## [TASK STATEMENT]
Look through the material below. Return exactly the lines from the one with "STAMP_BYTES = 40" through the one with "date beside them)", both included.

## [SOURCE DATA]
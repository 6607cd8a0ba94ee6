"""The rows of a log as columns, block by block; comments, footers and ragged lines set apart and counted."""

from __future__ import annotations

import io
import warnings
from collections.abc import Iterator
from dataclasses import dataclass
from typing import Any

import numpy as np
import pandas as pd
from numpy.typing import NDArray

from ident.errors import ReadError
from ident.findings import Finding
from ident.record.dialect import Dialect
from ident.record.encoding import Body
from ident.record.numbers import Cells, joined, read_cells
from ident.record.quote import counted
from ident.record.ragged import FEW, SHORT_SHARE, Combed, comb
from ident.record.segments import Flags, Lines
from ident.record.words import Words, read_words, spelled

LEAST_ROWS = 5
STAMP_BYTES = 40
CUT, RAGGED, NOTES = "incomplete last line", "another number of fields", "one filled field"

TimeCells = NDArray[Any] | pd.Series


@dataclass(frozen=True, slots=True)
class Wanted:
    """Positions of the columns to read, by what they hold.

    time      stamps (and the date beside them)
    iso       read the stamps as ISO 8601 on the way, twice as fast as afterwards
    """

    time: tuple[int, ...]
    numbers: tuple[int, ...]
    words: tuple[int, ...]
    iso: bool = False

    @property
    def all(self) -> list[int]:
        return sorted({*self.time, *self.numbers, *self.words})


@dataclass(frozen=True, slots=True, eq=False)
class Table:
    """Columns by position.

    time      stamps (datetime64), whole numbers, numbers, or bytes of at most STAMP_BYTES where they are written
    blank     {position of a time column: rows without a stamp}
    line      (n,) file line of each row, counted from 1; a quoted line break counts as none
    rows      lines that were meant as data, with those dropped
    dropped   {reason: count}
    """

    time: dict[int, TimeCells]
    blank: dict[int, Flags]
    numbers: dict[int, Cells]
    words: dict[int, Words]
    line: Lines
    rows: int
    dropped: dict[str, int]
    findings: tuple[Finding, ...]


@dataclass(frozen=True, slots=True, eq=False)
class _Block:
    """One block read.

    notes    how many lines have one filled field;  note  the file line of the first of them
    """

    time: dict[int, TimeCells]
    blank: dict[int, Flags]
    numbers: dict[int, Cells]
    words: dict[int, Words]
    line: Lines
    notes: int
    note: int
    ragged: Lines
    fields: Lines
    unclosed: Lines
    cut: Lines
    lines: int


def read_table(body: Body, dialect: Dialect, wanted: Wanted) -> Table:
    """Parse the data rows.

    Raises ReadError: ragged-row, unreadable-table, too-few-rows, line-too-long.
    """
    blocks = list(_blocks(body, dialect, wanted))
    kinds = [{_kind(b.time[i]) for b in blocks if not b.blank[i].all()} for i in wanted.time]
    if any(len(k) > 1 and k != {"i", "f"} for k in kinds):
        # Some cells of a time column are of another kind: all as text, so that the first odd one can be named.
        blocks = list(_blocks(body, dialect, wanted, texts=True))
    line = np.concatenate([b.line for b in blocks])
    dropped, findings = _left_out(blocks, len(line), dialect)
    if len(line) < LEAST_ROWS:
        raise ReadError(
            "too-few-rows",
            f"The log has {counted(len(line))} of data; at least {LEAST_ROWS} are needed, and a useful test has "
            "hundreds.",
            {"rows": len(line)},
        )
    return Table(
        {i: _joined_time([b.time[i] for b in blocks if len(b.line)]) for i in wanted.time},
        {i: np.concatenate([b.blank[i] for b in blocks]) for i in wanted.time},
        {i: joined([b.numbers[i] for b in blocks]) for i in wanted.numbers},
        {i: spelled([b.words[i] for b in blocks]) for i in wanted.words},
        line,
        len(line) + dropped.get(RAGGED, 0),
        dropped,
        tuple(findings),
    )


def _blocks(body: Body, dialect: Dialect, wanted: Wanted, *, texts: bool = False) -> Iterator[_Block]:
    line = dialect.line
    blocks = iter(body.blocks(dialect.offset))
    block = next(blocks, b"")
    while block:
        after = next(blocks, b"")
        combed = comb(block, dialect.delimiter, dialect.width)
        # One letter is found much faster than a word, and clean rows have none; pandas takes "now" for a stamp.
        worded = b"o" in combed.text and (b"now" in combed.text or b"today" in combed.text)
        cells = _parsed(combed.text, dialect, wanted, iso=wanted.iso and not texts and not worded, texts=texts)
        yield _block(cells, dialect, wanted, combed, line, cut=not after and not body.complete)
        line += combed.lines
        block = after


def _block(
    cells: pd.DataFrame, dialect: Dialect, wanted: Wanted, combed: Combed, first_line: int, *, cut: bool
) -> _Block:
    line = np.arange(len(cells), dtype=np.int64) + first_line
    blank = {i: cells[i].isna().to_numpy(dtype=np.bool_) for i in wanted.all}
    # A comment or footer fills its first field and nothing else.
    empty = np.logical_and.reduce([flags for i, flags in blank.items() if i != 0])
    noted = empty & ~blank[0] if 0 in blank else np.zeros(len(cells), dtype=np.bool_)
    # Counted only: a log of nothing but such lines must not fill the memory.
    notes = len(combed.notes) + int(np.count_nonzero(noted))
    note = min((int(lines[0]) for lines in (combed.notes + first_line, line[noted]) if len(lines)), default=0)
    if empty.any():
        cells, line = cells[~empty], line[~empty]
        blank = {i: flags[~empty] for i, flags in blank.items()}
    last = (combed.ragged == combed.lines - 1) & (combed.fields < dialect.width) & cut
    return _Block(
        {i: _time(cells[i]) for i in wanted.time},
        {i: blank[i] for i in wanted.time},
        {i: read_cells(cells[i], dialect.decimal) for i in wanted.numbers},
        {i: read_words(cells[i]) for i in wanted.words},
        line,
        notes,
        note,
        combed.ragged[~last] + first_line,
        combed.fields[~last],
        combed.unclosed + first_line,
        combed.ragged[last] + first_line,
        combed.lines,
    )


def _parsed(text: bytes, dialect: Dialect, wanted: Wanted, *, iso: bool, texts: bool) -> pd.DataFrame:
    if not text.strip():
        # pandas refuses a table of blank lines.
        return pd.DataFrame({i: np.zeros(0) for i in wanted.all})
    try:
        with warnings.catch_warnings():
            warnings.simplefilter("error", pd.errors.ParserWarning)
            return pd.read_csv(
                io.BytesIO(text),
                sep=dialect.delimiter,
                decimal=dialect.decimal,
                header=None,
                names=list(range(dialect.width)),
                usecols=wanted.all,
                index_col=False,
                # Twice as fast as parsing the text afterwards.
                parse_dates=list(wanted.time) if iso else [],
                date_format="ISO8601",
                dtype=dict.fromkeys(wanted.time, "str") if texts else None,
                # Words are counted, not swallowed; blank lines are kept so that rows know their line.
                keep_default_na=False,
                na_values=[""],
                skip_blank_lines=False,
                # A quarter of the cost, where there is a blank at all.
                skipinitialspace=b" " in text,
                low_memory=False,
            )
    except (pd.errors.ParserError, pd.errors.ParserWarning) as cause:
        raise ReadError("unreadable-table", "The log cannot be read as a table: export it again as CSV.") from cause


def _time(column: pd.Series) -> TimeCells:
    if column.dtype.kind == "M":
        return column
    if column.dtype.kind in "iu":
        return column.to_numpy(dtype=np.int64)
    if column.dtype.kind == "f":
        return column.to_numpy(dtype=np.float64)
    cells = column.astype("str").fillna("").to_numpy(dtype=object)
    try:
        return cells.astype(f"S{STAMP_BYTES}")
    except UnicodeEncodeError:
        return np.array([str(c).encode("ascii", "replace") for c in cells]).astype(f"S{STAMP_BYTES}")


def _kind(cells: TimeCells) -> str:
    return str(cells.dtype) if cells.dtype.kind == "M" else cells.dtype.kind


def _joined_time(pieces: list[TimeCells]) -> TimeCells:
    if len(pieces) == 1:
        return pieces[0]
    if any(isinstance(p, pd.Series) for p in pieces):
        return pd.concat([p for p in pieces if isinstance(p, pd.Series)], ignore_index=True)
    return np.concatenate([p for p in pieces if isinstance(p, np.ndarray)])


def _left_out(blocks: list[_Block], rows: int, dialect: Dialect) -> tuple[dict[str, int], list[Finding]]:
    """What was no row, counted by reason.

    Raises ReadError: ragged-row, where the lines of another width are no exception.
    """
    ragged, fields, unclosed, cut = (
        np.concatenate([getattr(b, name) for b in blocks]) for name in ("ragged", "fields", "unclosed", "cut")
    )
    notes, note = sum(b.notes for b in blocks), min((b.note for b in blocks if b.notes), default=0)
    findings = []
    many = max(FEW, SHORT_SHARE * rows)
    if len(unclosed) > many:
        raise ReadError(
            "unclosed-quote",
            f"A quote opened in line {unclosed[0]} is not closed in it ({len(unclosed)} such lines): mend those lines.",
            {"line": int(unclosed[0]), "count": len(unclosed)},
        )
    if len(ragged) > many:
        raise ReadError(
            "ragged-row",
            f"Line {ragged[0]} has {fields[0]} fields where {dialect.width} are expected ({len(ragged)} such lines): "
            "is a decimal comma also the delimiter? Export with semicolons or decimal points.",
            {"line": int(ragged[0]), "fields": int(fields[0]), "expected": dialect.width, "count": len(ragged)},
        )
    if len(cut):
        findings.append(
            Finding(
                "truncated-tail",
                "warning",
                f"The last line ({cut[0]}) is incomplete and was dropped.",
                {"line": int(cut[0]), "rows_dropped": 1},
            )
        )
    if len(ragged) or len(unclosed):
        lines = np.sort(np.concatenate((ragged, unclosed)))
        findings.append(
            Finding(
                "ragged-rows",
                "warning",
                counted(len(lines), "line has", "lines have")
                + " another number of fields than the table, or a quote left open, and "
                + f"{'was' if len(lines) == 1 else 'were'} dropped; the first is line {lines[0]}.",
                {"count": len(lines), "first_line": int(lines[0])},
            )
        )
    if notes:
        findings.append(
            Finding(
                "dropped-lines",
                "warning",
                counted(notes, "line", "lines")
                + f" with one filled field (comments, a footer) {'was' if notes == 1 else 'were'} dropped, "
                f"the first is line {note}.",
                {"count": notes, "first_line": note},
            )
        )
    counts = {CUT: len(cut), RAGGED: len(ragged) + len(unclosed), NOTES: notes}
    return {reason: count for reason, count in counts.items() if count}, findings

## [RESULT]
STAMP_BYTES = 40
CUT, RAGGED, NOTES = "incomplete last line", "another number of fields", "one filled field"

TimeCells = NDArray[Any] | pd.Series


@dataclass(frozen=True, slots=True)
class Wanted:
    """Positions of the columns to read, by what they hold.

    time      stamps (and the date beside them)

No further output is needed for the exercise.